The ruler of the feast
When this was done, He bade them draw from them and take the liquor to the ruler of the feast, probably a friend who had the charge of the arrangements and who presided at the banquet. He tasted it, and it was wine of the choicest flavour, so that in his delight he sent for the bridegroom and complimented him upon its quality.
He had done a strange thing, he told him. It was usual to give good wine first, and then inferior; but he had done just the reverse, he had kept the good wine for the last. At the time at which he spoke, he was ignorant of what had passed, our Lord, as it seems, being at another part of the table; perhaps, as Ludolph suggests, He had practised on this occasion what He afterwards recommended to others, to go and sit in the lowest place, or perhaps He was quietly conversing or teaching apart from the chief body of the guests.
Lessons from our Lord’s miracle—largeness and perfection of the gift
When it is remembered that our Lord, according to the constant teaching of the Fathers and the uniform belief of devout Christians, teaches us by His acts as well as by His words, and that every circumstance of His actions is full of significance, it cannot seem wonderful that the various parts of this great action of His which we are now contemplating should have been considered by Christian contemplatives as having each their own moral or spiritual meaning.
For instance, the circumstance of which notice has already been taken, the largeness and munificence of the gift now bestowed upon the entertainers of our Lord, His Mother, and His Apostles, has been dwelt upon as showing how abundantly God repays any who give Him something or do something for Him.

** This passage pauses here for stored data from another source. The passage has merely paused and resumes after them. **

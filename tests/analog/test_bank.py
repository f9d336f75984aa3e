"""Banks: the cascade against the direct sum of the bands, and against the textbook's band-pass."""

import numpy as np
import pytest

from a2d.analog.bank import Bank, cascade_of
from a2d.analog.build import build_chain
from a2d.analog.response import chain_response
from a2d.analog.sections import Sections
from a2d.design.read import parse_design
from a2d.errors import DesignError

F = np.geomspace(0.5, 2e5, 1500)
OCTAVES = 31.25 * 2.0 ** np.arange(10)


def bandpass(f0, q):
    """H = (s/(w0 Q))/(s²/w0² + s/(w0 Q) + 1): peak 1 at f0."""
    w = 2 * np.pi * f0
    return Sections(np.array([[0, 1 / (q * w), 0]]), np.array([[1 / w**2, 1 / (q * w), 1]]), np.array([f0]))


def direct_sum(f0, q, mix, direct):
    """The sum written out, of nothing but complex arithmetic."""
    x = 1j * (F[:, None] / f0 - f0 / F[:, None])
    return direct + (mix / (1 + q * x)).sum(axis=-1)


def bank(mix, direct, q=1.4, f0=OCTAVES):
    return Bank(tuple(f"b{i}" for i in range(len(f0))), tuple(bandpass(f, q) for f in f0), np.array(mix, float), direct)


MIXES = {
    "room": (np.array([1.5, -0.3, 0.8, 0.0, -0.6, 1.1, 0.4, -0.5, 0.9, 2.0]), 1.0),
    "all up": (np.full(10, 3.0), 1.0),
    "all down": (np.full(10, -0.7), 1.0),
    "no direct path": (np.array([1.5, 0.3, 0.8, 1.0, 0.6, 1.1, 0.4, 0.5, 0.9, 2.0]), 0.0),
    "alternating": (np.array([1.0, -1.0] * 5), 0.0),
    "inverting": (np.full(10, -1.0), -0.5),
}


@pytest.mark.parametrize("name", MIXES)
@pytest.mark.parametrize("q", [0.7, 1.4, 4.3])
def test_cascade_is_the_direct_sum(name, q):
    mix, direct = MIXES[name]
    b, a, _ = cascade_of(bank(mix, direct, q))
    expected = direct_sum(OCTAVES, q, mix, direct)
    scale = np.maximum(np.abs(expected), 1e-3)  # where the bands nearly cancel: of the larger terms
    assert np.max(np.abs(chain_response(b, a, F) - expected) / scale) < 1e-9
    assert len(b) <= 10


def test_bank_response_is_the_direct_sum():
    mix, direct = MIXES["room"]
    assert bank(mix, direct).response(F) == pytest.approx(direct_sum(OCTAVES, 1.4, mix, direct), rel=1e-12)


def test_asymptotes_and_phase_of_an_inverting_band():
    """Slopes of 20 dB a decade that cross at H0/Q; phase -90, -180, -270 (any textbook's band-pass)."""
    q, h0, f0 = 5.0, 4.0, 1000.0
    b, a, _ = cascade_of(bank([-h0], 0.0, q, [f0]))
    f = np.array([f0 / 1e4, f0 / 1e3, f0, f0 * 1e3, f0 * 1e4])
    h = chain_response(b, a, f)
    level = 20 * np.log10(np.abs(h))
    assert level[1] - level[0] == pytest.approx(20.0, abs=1e-3)
    assert level[4] - level[3] == pytest.approx(-20.0, abs=1e-3)
    crossing = 20 * np.log10(h0 / q)
    assert level[0] + 80 == pytest.approx(crossing, abs=1e-3)  # four decades up the slope, at f0
    assert level[4] + 80 == pytest.approx(crossing, abs=1e-3)
    assert level[2] == pytest.approx(20 * np.log10(h0), abs=1e-9)
    phase = np.degrees(np.unwrap(np.angle(h)))
    assert phase - phase[2] == pytest.approx([90, 90, 0, -90, -90], abs=0.02)
    assert abs(phase[2]) == pytest.approx(180.0, abs=1e-9)


def test_equal_bands_fall_together():
    """Two bands alike are one with twice the weight: a pole pair of the sum has a zero pair upon it."""
    b, a, _ = cascade_of(bank([1.0, 1.0], 0.0, 1.4, [500.0, 500.0]))
    assert len(b) == 1
    assert chain_response(b, a, F) == pytest.approx(direct_sum(np.array([500.0]), 1.4, np.array([2.0]), 0.0), rel=1e-9)


HEAD = '[design]\nname = "demo"\nsample_rates = ["48 kHz"]\n[[section]]\nname = "room"\n'
BAND = '[[section.band]]\nname = "{}"\nkind = "bandpass"\nf0 = {}\nq = 1.4\n'


def test_bands_by_parameters_and_by_circuit_in_a_design_file():
    circuit = (
        '[[section.band]]\nname = "b1k"\nmix = "-6 dB"\ncircuit = "multiple_feedback_bandpass"\n'
        'parts = { R1 = "8k2", R2 = "1k5", R3 = "82k", C1 = "15n", C2 = "15n" }\n'
    )
    chain = build_chain(parse_design(HEAD + "direct = 1\n" + BAND.format("b63", 63) + 'mix = "3 dB"\n' + circuit))
    assert chain.names == ("room.1", "room.2")
    rp = 8.2e3 * 1.5e3 / 9.7e3
    s = 2j * np.pi * F
    mfb = -(s * 15e-9 * 82e3 * rp / 8.2e3) / (1 + s * rp * 30e-9 + s**2 * rp * 82e3 * 15e-9**2)
    expected = direct_sum(np.array([63.0]), 1.4, np.array([10 ** (3 / 20)]), 1.0) + 10 ** (-6 / 20) * mfb
    assert chain.response(F) == pytest.approx(expected, rel=1e-9)


@pytest.mark.parametrize(
    ("text", "message"),
    [
        (BAND.format("a", 63) + 'mix = "3 kHz"\n', r"expected a number or a level in dB.*band .a.\.mix"),
        (BAND.format("a", 63) + BAND.format("a", 80), 'two bands are called "a"'),
        (BAND.format("a", 63) + 'match = "70 Hz"\n', 'match or method of band "a" has no meaning in a cascade'),
        ('[[section.band]]\nname = "a"\ncircuit = "mfb"\n', "there is no circuit 'mfb'"),
        ('[[section.band]]\nname = "a"\nband = []\n', "a band is not itself a bank"),
        (BAND.format("a", 63).replace("bandpass", "bandpas"), 'no kind .bandpas.; nearest is "bandpass"'),
    ],
)
def test_faults(text, message):
    with pytest.raises(DesignError, match=message):
        parse_design(HEAD + text)


def test_a_circuit_with_a_part_too_many_is_told_the_right_ones():
    text = HEAD.replace("room", "body") + 'circuit = "rc_lowpass"\nparts = { R1 = "1k", C2 = "1n" }\n'
    with pytest.raises(DesignError, match=r'there is no "C2" here \(allowed: R1, C1\)') as caught:
        parse_design(text)
    assert "C1 is missing" in str(caught.value)


def test_a_band_without_weight_is_told_of():
    solution = cascade_of(bank([1.0, 0.0], 1.0, 1.4, [100.0, 1000.0]))
    assert len(solution.b) == 1
    assert solution.notes == ("a pole and a zero cancel at 1000 Hz (a pair)",)


def test_a_fault_in_a_band_names_it():
    text = (
        HEAD + '[[section.band]]\nname = "b1"\n[section.band.network]\ninput = "in"\noutput = "out"\n'
        '[section.band.network.parts]\nR1 = { resistor = "1k", nodes = ["in", "x"] }\n'
        'R2 = { resistor = "1k", nodes = ["in", "out"] }\n'
    )
    with pytest.raises(DesignError, match=r'band "b1": node "x" has one connection only .* @ section "room"'):
        build_chain(parse_design(text))


def test_source_load_and_op_amps_of_a_ready_circuit():
    text = HEAD + 'circuit = "rc_lowpass"\nparts = { R1 = "1k", C1 = "1n" }\nsource = "1k"\nload = "2k"\n'
    chain = build_chain(parse_design(text))
    assert np.abs(chain.response([1.0])) == pytest.approx([0.5], rel=1e-9)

Again, it is characteristic of the gifts of God that they should be most choice and perfect in their kind, and that they should be bestowed in overflowing copiousness, as in the oil multiplied for the widow at the prayer of Eliseus, or again, as when the five loaves and the fishes were multiplied by our Lord for the people in the wilderness, and there remained basketsful of fragments of what had been bestowed in this miraculous manner.
There has been the same characteristic to be noted whenever the saints of God, in fulfilment of our Lord’s promise, have had the gift of imitating Him in His miracles of this kind, as well as that of following Him in His virtues. God loves a cheerful, large-handed giver, and He is Himself the model and pattern of magnificence in giving.
He loves those who are not content with good works or services to Him which are just such as to pass muster and attain the end at which they are aimed, but who strive, by purity of intention and exactness and perseverance to the very end, to make what they do for Him and offer to Him as perfectly beautiful and precious as by the help of His grace they may.
And so, when He goes out of His ordinary manner in dealing with His children, showering upon them preternatural gifts and favours, everything that comes from Him at such times has a celestial perfection, a completeness, and a priceless excellence.
Use of something common
It is also noted that now, as on other occasions in the course of His Life, our Blessed Lord took something common and ready to His hand to bring out of it the great wonder which He intended to perform.
He might have created the wine in the vessels instead of using water. He might have called bread in abundance into being when He fed the multitudes in the wilderness; but He did not do so.
Some holy writers think that in this He paid a kind of reverence and homage to the creative power of His Father—not taking it into His own hands, though His power is the same with that of His Father, leaving it to Him to be the Creator of all as He is the First Person in that Ever-Blessed Godhead, the source and origin of all being.
Or, we may add, our Lord chose in this also to be dependent upon His Father, taking the creatures which He had made and making them, as it were, the seeds and germs out of which He wrought what He desired. There may also have been other reasons.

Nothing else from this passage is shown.